Oberlandesgericht Köln



Alles zur Organisation "Oberlandesgericht Köln"


  • Prozesse

    Di., 10.09.2019

    OLG Hamm verurteilt VW zu Schadenersatz

    Eine Außenansicht des Oberlandesgericht in Hamm.

    Hamm (dpa/lnw) - Mit dem Oberlandesgericht Hamm hat ein weiteres Gericht den Volkswagen-Konzern zu Schadenersatz verurteilt. Der 13. Zivilsenat gab der Käuferin eines VW-Beetle am Dienstag recht, die sich durch manipulierte Abgaswerte an dem Fahrzeug durch den Autobauer getäuscht fühlte. Sie hatte das Auto im November 2016 bei einem VW-Vertragshändler in Bochum gekauft.
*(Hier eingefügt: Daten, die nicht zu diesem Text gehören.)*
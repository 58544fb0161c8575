//! The names of the symbols of a ring.

use std::ops::Range;

/// The symbols of a ring: generators, then the variable (if any), then the constants.
///
/// The position in this order is the index of a symbol in a [`Monomial`](crate::Monomial).
#[derive(Clone, Debug, PartialEq, Eq)]
pub struct Symbols {
    names: Vec<String>,
    generators: usize,
    has_variable: bool,
}

impl Symbols {
    /// The symbols with the given names.
    pub fn new(
        generators: Vec<String>,
        variable: Option<String>,
        constants: Vec<String>,
    ) -> Symbols {
        let (count, has_variable) = (generators.len(), variable.is_some());
        let mut names = generators;
        names.extend(variable);
        names.extend(constants);
        Symbols {
            names,
            generators: count,
            has_variable,
        }
    }

    /// The number of symbols.
    pub fn len(&self) -> usize {
        self.names.len()
    }

    /// Are there no symbols, so that the polynomials are the rational numbers?
    pub fn is_empty(&self) -> bool {
        self.names.is_empty()
    }

    /// The number of generators; their indices are `0..generators()`.
    pub fn generators(&self) -> usize {
        self.generators
    }

    /// The index of the variable, if there is one.
    pub fn variable(&self) -> Option<usize> {
        self.has_variable.then_some(self.generators)
    }

    /// The indices of the constants.
    pub fn constants(&self) -> Range<usize> {
        self.generators + usize::from(self.has_variable)..self.names.len()
    }

    /// The name of a symbol.
    ///
    /// # Panics
    ///
    /// If there is no symbol with this index.
    pub fn name(&self, index: usize) -> &str {
        &self.names[index]
    }

    /// The index of the symbol with the given name.
    pub fn index_of(&self, name: &str) -> Option<usize> {
        self.names.iter().position(|candidate| candidate == name)
    }
}

#[cfg(test)]
mod tests {
    use super::*;

    #[test]
    fn symbols_are_numbered_generators_variable_constants() {
        let names = |list: &[&str]| list.iter().map(|s| s.to_string()).collect::<Vec<_>>();
        let symbols = Symbols::new(
            names(&["q", "q'"]),
            Some("t".into()),
            names(&["alpha", "b"]),
        );
        assert_eq!(
            (symbols.len(), symbols.generators(), symbols.variable()),
            (5, 2, Some(2))
        );
        assert_eq!(symbols.constants(), 3..5);
        assert_eq!(symbols.index_of("b"), Some(4));
        assert_eq!(symbols.index_of("c"), None);
        let autonomous = Symbols::new(names(&["P"]), None, names(&["g2"]));
        assert_eq!(autonomous.variable(), None);
        assert_eq!(autonomous.constants(), 1..2);
    }
}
Die Klägerin aus Sarstedt in Niedersachsen könne wegen einer sittenwidrigen vorsätzlichen Schädigung von der Volkswagen AG den Kaufpreis abzüglich der Nutzungsentschädigung und die Freistellung der noch zahlenden Kreditraten gegen Rückgabe des Fahrzeugs verlangen, heißt es in der Urteilsbegründung, wie das OLG Hamm mitteilte. «Die Volkswagen AG habe durch das Inverkehrbringen eines Fahrzeugs mit der manipulierten Motorsteuerungssoftware ihre Kundin getäuscht.» Das Oberlandesgericht Köln hatte bereits im Januar ein vergleichbares Urteil verkündet.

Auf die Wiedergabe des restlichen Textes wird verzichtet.